After we testified, Matt and I walked and rode with Jordan on the train in a tunnel connecting the Capitol building to the staff offices. There, we had a chance to meet and visit with then-Speaker Kevin McCarthy. It gave us some time to chat with Jordan.
For several hours during the hearing, Democrats had attacked Matt and me as fake (“so-called”) journalists unconcerned with the truth, insinuating ridiculous falsehoods and demanding to know who our sources were. I think it’s fair to say we were both rattled by the experience.
Jordan apologized for their treatment of us, as other members of the Committee had, including during the hearing itself. But at no point did Jordan say an inappropriately harsh word about Democrats afterward. Indeed, I was impressed by his ability to view his colleagues as separate from their behavior, something many of us struggle to do.
Naturally, I don’t agree with Jordan about many things. He’s a conservative Republican, and, being with him and speaking with Republicans, I am always reminded of all the ways in which I remain, despite having changed my mind on many important things, a relatively liberal person.
But those differences pale in comparison to the clear and present threat to freedom of speech by the government in collusion with tech platforms and by the very real weaponization of the FBI, DHS, CDC, and other government agencies.
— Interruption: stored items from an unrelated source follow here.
import type { CaseView } from "../session/caseView.ts";

/** Records whose time stamps have too few digits, while nobody has said what holds; null where nothing is open. */
export function roundedTimes({
  stations,
  of,
}: CaseView): { steps: readonly number[]; stations: number } | null {
  if (of.sheet.read.times !== "ask") return null;
  const flagged = stations.filter(({ flags }) => flags.some(({ code }) => code === "rounded-times"));
  if (flagged.length === 0) return null;
  const steps = flagged.flatMap(({ flags }) =>
    flags.flatMap(({ code, value }) => (code === "rounded-times" && value !== undefined ? [value] : [])),
  );
  return { steps: [...new Set(steps)].sort((a, b) => a - b), stations: flagged.length };
}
What Jordan has done with his Subcommittee on the Weaponization of Government in 2022 is akin to what the Democratic Congressman Frank Church did with his 1975 hearings, which exposed the weaponization of the FBI and CIA against progressive activists and widespread abuses of power, including assassinations.
The main difference between the Church committee hearings and Jordan’s hearings is that in 1975, the mainstream news media and Republicans encouraged the hearings by Church, while in 2023, the media and Democrats condemned the hearings by Jordan.
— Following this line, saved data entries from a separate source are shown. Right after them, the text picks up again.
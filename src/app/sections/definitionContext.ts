import { createContext } from "react";
import type { Quantity } from "../../core/quantity.ts";

/** A number that is asked for: the key of its label, and the very quantity that is shown. */
export interface Asked {
  readonly key: string;
  readonly quantity: Quantity;
}

/** Opens the definition of a number beside it; null where no definitions are to be had. */
export const DefinitionContext = createContext<((asked: Asked, beside: HTMLElement) => void) | null>(null);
Liz Cheney’s criticism of Jordan stems from Jordan’s skepticism that Trump lost the 2020 election. CNN quotes Jordan as having expressed doubts at various points that Trump lost.
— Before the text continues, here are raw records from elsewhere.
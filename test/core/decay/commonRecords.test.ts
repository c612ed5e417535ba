import { describe, expect, it } from "vitest";
import { commonBlocks } from "../../../src/core/decay/commonBlocks.ts";
import { fitDecay } from "../../../src/core/decay/fitDecay.ts";
import { seededRandom } from "../../../src/core/signal/seededRandom.ts";
import { reduceStation } from "../../../src/core/station/reduceStation.ts";
import { startRecord } from "../../../src/core/station/startRecord.ts";
import type { ReduceSettings } from "../../../src/core/stationResult.ts";
import { expectClose } from "../../support/expectClose.ts";
import { plainSettings, spacedFrom } from "../../support/lawStations.ts";

const settings: ReduceSettings = {
  kinematicViscosity: 1.5e-5,
  referenceSpeed: null,
  kind: null,
  simultaneous: "auto",
  periodic: "auto",
  sensorLength: null,
  integralScale: "zero-crossing",
  correlation: "biased",
  detrend: "mean",
  segment: null,
  taylorCorrection: true,
  dissipation: "auto",
};
const law = { A: 0.02, x0: 0.1, n: 1.3, U: 6 };
const xs = spacedFrom(law.x0, 0.4, 2, 6);
const step = 1e-3;
const samples = 40_000;
/** Samples kept upstream, from which later stations draw their earlier eddies. */
const lead = 400;

/** The same pattern carried past every station at U, fading as it goes: an exponential correlation of 10 samples. */
function pattern(seed: number): Float64Array {
  const random = seededRandom(seed);
  const rho = Math.exp(-1 / 10);
  const signal = new Float64Array(lead + samples);
  for (let i = 1; i < signal.length; i++)
    signal[i] = rho * signal[i - 1] + Math.sqrt(1 - rho * rho) * random.gaussian();
  return signal;
}

function station(x: number, eddies: Float64Array) {
  const late = Math.round((x - xs[0]) / law.U / step);
  const rms = law.U * Math.sqrt(law.A * (x - law.x0) ** -law.n);
  const u = Float64Array.from({ length: samples }, (_, i) => law.U + rms * eddies[lead + i - late]);
  const origin = { file: "made", x, y: null, z: null, position: "hand", step } as const;
  const reducer = startRecord(origin, settings);
  reducer.add({ count: samples, t: null, u, v: null, w: null });
  const end = reducer.finish();
  if (!("part" in end)) throw new Error("a short record was to be read twice");
  return reduceStation([end.part], settings);
}

describe("records of probes that sample one stream at the same times", () => {
  const eddies = pattern(1);
  const together = xs.map((x) => station(x, eddies));
  const what = { quantity: "uu", assumption: "none" } as const;
  const wanted = { ...plainSettings, window: [0, 9] as const, quantity: "uu" as const };

  it("show one pattern in all blocks once it is followed along the stream", () => {
    const blocks = commonBlocks(together, what, wanted);
    expectClose(blocks?.correlation, 1, { absolute: 0.1, because: "flights of up to a quarter of a block" });
  });
  it("know n better than stations each for itself: what moves all alike does not bend the law", () => {
    const width = (simultaneous: boolean | "auto") => {
      const { n } = fitDecay(together, { ...wanted, simultaneous });
      return n.value === null || n.low === null || n.high === null ? 0 : n.high - n.low;
    };
    expect(width("auto")).toBeGreaterThan(0);
    expect(width("auto")).toBeLessThan(width(false) / 2);
  });
  it("are told from records of other times", () => {
    const apart = xs.map((x, i) => station(x, pattern(10 + i)));
    expect(commonBlocks(apart, what, wanted)).toBeNull();
    expect(fitDecay(apart, wanted).together).toBeNull();
  });
});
But Jordan’s remarks are no stronger than the claims that have been made by Democrats, including Hillary Clinton and Georgia gubernatorial candidate Stacey Abrams, about their own election defeats.
While I do not believe there is evidence of sufficient voter fraud to have changed the outcome of the 2020 election, it’s hyperbolic and unfair for Cheney to suggest that Jordan does not defend the Constitution. No member in Congress, including no Democrat, has defended it more over the last year than Jordan.
I don’t have an opinion about who should be the Speaker of the House. But before the media begin yet another cycle of demonization, it should be acknowledged that Jordan has demonstrated through his behaviors that he is a strong defender of freedom of speech and for the de-politicization of federal agencies.
The events of the last seven years, from the Russia hoax to Covid lockdowns to FBI entrapment to government censorship, make clear that the threat to American democracy and freedom comes not from people like Jim Jordan but rather from a weaponized news media and federal government.
As such, to the extent Jordan is an extremist in defense of liberty, it’s no vice.